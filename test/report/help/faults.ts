import axe from 'axe-core';
import type { Browser } from 'playwright-core';
import { open } from './opened.ts';

/** Accessibility faults that axe calls serious or critical, one line each. */
export async function seriousFaults(browser: Browser, path: string, colorScheme: 'light' | 'dark'): Promise<string[]> {
  // axe is a script of its own, which the page's policy would rightly refuse
  const { tab, close } = await open(browser, path, { colorScheme, bypassCSP: true });
  await tab.evaluate(axe.source);
  // only colours differ in the dark
  const options = colorScheme === 'dark' ? { runOnly: ['color-contrast'] } : {};
  const violations = (await tab.evaluate(`axe.run(${JSON.stringify(options)}).then(({ violations }) => violations)`)) as axe.Result[];
  await close();
  return violations
    .filter(({ impact }) => impact === 'serious' || impact === 'critical')
    .map(({ id, nodes }) => `${id}: ${nodes.map(({ target, failureSummary }) => `${target} ${failureSummary}`).join('; ')}`);
}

□ □ □ □

■ **What the task asks**:
Restate every record word for word.

■ **The answer**:
filename test/report/help/faults.ts
import axe from 'axe-core';
import type { Browser } from 'playwright-core';
import { open } from './opened.ts';

/** Accessibility faults that axe calls serious or critical, one line each. */
export async function seriousFaults(browser: Browser, path: string, colorScheme: 'light' | 'dark'): Promise<string[]> {
  // axe is a script of its own, which the page's policy would rightly refuse
  const { tab, close } = await open(browser, path, { colorScheme, bypassCSP: true });
  await tab.evaluate(axe.source);
  // only colours differ in the dark
  const options = colorScheme === 'dark' ? { runOnly: ['color-contrast'] } : {};
  const violations = (await tab.evaluate(`axe.run(${JSON.stringify(options)}).then(({ violations }) => violations)`)) as axe.Result[];
  await close();
  return violations
    .filter(({ impact }) => impact === 'serious' || impact === 'critical')
    .map(({ id, nodes }) => `${id}: ${nodes.map(({ target, failureSummary }) => `${target} ${failureSummary}`).join('; ')}`);
}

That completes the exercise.